▶

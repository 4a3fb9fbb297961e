"""Stages run beside each other (``search.parallel``): the same outputs as one process, and
nothing lost when a child fails.

The reference is the same search run in one process (``PEAKSIFT_INLINE=1``): the forked
stages must give identical numbers and the same files, as the execution engines must give
the serial engine's bits (DEVELOPERS.md, "Add an execution engine").
"""

from __future__ import annotations

import json
import os
from pathlib import Path

import pytest

import peaksift
from peaksift.errors import ConfigError
from peaksift.search import parallel

REPO = Path(__file__).resolve().parents[1]

pytestmark = pytest.mark.skipif(not parallel.forking(),
                                reason="stages run beside each other only where fork is safe")


def _config(small_demo, systematics: bool = False):
    """The demo search on the small demo set, quick (few toys and limit points, PNG only);
    ``systematics``: with the demo's [systematics] (the envelope curve on the scan figure).
    The small set has few events under each signal, so the limits' ``auto`` method computes
    every limit point with toys (20 each: the numbers are compared, not their precision)."""
    from peaksift.config import load_config

    off = {} if systematics else {"systematics__mass_scale": 0.0,
                                  "systematics__mass_resolution": 0.0,
                                  "systematics__background_families": []}
    return load_config(REPO / "demo_data" / "search.toml").with_overrides(
        input__files=[str(p) for p in sorted(small_demo.glob("*.parquet"))],
        significance__toys=20, limits__points=5, limits__toys=20, output__formats=["png"],
        **off)


def _figures_config(small_demo):
    """For the tests of the figure processes (what is drawn, and by whom): the asymptotic
    limits (a quarter of the run's CPU; the toy limits beside are compared above)."""
    return _config(small_demo).with_overrides(limits__method="asymptotic")


def _numbers(out: Path) -> dict:
    d = json.loads((out / "results.json").read_text())
    return {k: d[k] for k in ("fit", "background_fit", "scan", "best", "limits",
                              "calibration")}


@pytest.mark.slow  # two whole searches with systematics
def test_forked_stages_give_the_one_process_result(small_demo, tmp_path, monkeypatch):
    cfg = _config(small_demo, systematics=True)
    peaksift.run_search(cfg, out=tmp_path / "beside", progress=False)
    monkeypatch.setenv("PEAKSIFT_INLINE", "1")
    peaksift.run_search(cfg, out=tmp_path / "inline", progress=False)
    assert _numbers(tmp_path / "beside") == _numbers(tmp_path / "inline")
    names = {p.name for p in (tmp_path / "beside" / "figures").iterdir()}
    assert names == {p.name for p in (tmp_path / "inline" / "figures").iterdir()}
    assert {"spectrum.png", "pvalue_scan.png", "limits.png", "calibration.png",
            "background_envelope.png"} <= names
    assert not any(n.startswith(".") for n in names)  # no listing or temporary left


def test_a_figure_the_child_fails_to_draw_is_drawn_by_the_parent(small_demo, tmp_path,
                                                                 monkeypatch):
    from peaksift import plotting

    parent = os.getpid()
    real = plotting.search_figures

    def fails_in_child(result, outdir, **kw):
        if os.getpid() != parent and "limits" in kw.get("names", ()):
            raise RuntimeError("drawing failed in the child")
        return real(result, outdir, **kw)

    monkeypatch.setattr(plotting, "search_figures", fails_in_child)
    res = peaksift.run_search(_figures_config(small_demo), out=tmp_path / "out",
                              progress=False)
    assert (tmp_path / "out" / "figures" / "limits.png").stat().st_size > 0
    assert "limits" in res.figures


def _refuse(x: int) -> int:
    raise ConfigError(f"limits.points = {x}: refused as asked by the test")


def test_an_error_beside_is_raised_here_with_its_message():
    job = parallel.Beside(_refuse, 7)
    with pytest.raises(ConfigError, match="limits.points = 7"):
        job.result()


def test_a_value_computed_beside_comes_back():
    job = parallel.Beside(sorted, [3, 1, 2])
    assert job.result() == [1, 2, 3]


def test_drawers_do_not_reuse_the_parents_typeset_text(small_demo, tmp_path, monkeypatch):
    # matplotlib's FreeType fonts are not fork-safe (matplotlib.font_manager's own note; it
    # empties only its font cache in a forked child): text typeset before the fork (here
    # measured as a path, as the value tables do) keeps glyphs of fonts whose file offset
    # every forked drawer would share.  A drawer typesetting the same text must parse it
    # anew (a cache miss), however much the parent drew before the search.
    from matplotlib.mathtext import MathTextParser

    from peaksift import plotting
    from peaksift._annotations import text_width

    text = r"$N_{sig}^{parent}$ typeset before the search"
    text_width(text, 8.8)
    parent = os.getpid()
    log = tmp_path / "inherited.txt"
    real = plotting.search_figures

    def logged(result, outdir, **kw):
        if os.getpid() != parent:
            hits = MathTextParser._parse_cached.cache_info().hits
            text_width(text, 8.8)
            with open(log, "a") as f:
                f.write(f"{MathTextParser._parse_cached.cache_info().hits - hits}\n")
        return real(result, outdir, **kw)

    monkeypatch.setattr(plotting, "search_figures", logged)
    text_width(text, 8.8)  # in this process the text is cached: a hit
    peaksift.run_search(_figures_config(small_demo), out=tmp_path / "out", progress=False)
    reused = [int(x) for x in log.read_text().split()]
    # each drawer's first job misses (parses anew); later jobs of a drawer hit its own entry
    assert reused and reused.count(0) >= 1 and len(reused) == 5, reused


def test_two_drawers_share_the_figures_each_drawn_once(small_demo, tmp_path, monkeypatch):
    # Every figure is drawn exactly once, none by the main process, and (each drawing made
    # slow, so that both drawers are busy) by two processes: the second drawer takes jobs
    # from the same queue.  Reference: the figures plotting.search_figures lists for a run
    # without systematics (every one but the envelope's), one PNG each.
    import time

    from peaksift import plotting

    parent = os.getpid()
    log = tmp_path / "drawn.txt"
    real = plotting.search_figures

    def slow_and_logged(result, outdir, **kw):
        if os.getpid() != parent:
            time.sleep(0.5)
        with open(log, "a") as f:
            f.write(f"{os.getpid()} {','.join(kw.get('names', ()))}\n")
        return real(result, outdir, **kw)

    monkeypatch.setattr(plotting, "search_figures", slow_and_logged)
    peaksift.run_search(_figures_config(small_demo), out=tmp_path / "beside", progress=False)
    lines = [ln.split() for ln in log.read_text().splitlines()]
    names = [n for _, n in lines]
    expected = set(plotting.SEARCH_FIGURES) - {"background_envelope"}
    assert sorted(names) == sorted(expected), lines  # each drawn once
    pids = {int(p) for p, _ in lines}
    assert parent not in pids and len(pids) == 2, lines
    files = {p.name for p in (tmp_path / "beside" / "figures").iterdir()}
    assert files == {f"{n}.png" for n in expected}


_DRAWER_DIES = """
import os, sys
from pathlib import Path
import peaksift
from peaksift.config import load_config
from peaksift.search import parallel

parent = os.getpid()
real = parallel._warm_up

def dies_in_child(*args):
    if os.getpid() != parent:
        os._exit(3)  # the drawer dies before it reads a single job
    real(*args)

parallel._warm_up = dies_in_child
cfg = load_config(Path(sys.argv[1]) / "demo_data" / "search.toml").with_overrides(
    input__files=sys.argv[3:], significance__toys=20, limits__points=5,
    limits__method="asymptotic", output__formats=["png"], systematics__mass_scale=0.0,
    systematics__mass_resolution=0.0, systematics__background_families=[])
res = peaksift.run_search(cfg, out=sys.argv[2], progress=False)
print(sorted(res.figures))
"""


def test_a_drawer_that_dies_at_once_leaves_the_figures_to_the_parent(small_demo, tmp_path):
    # The figure process dies before reading any job: the parent draws every figure and the
    # run ends (the jobs left in the queue's pipe must not hold the process at its exit:
    # without the fix this run hung after printing).  Reference: the figures
    # plotting.search_figures lists for a run without systematics, one PNG each.
    import subprocess
    import sys

    from peaksift import plotting

    script = tmp_path / "dies.py"
    script.write_text(_DRAWER_DIES)
    files = [str(p) for p in sorted(small_demo.glob("*.parquet"))]
    done = subprocess.run([sys.executable, str(script), str(REPO), str(tmp_path / "out"),
                           *files], capture_output=True, text=True, timeout=600, check=False)
    assert done.returncode == 0, done.stderr[-2000:]
    names = {p.name for p in (tmp_path / "out" / "figures").iterdir()}
    expected = set(plotting.SEARCH_FIGURES) - {"background_envelope"}
    assert names == {f"{n}.png" for n in expected}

◀

## BRIEF
Given the word "subprocess", show every line of the records that contains it.

## OUTPUT
    import subprocess
    done = subprocess.run([sys.executable, str(script), str(REPO), str(tmp_path / "out"),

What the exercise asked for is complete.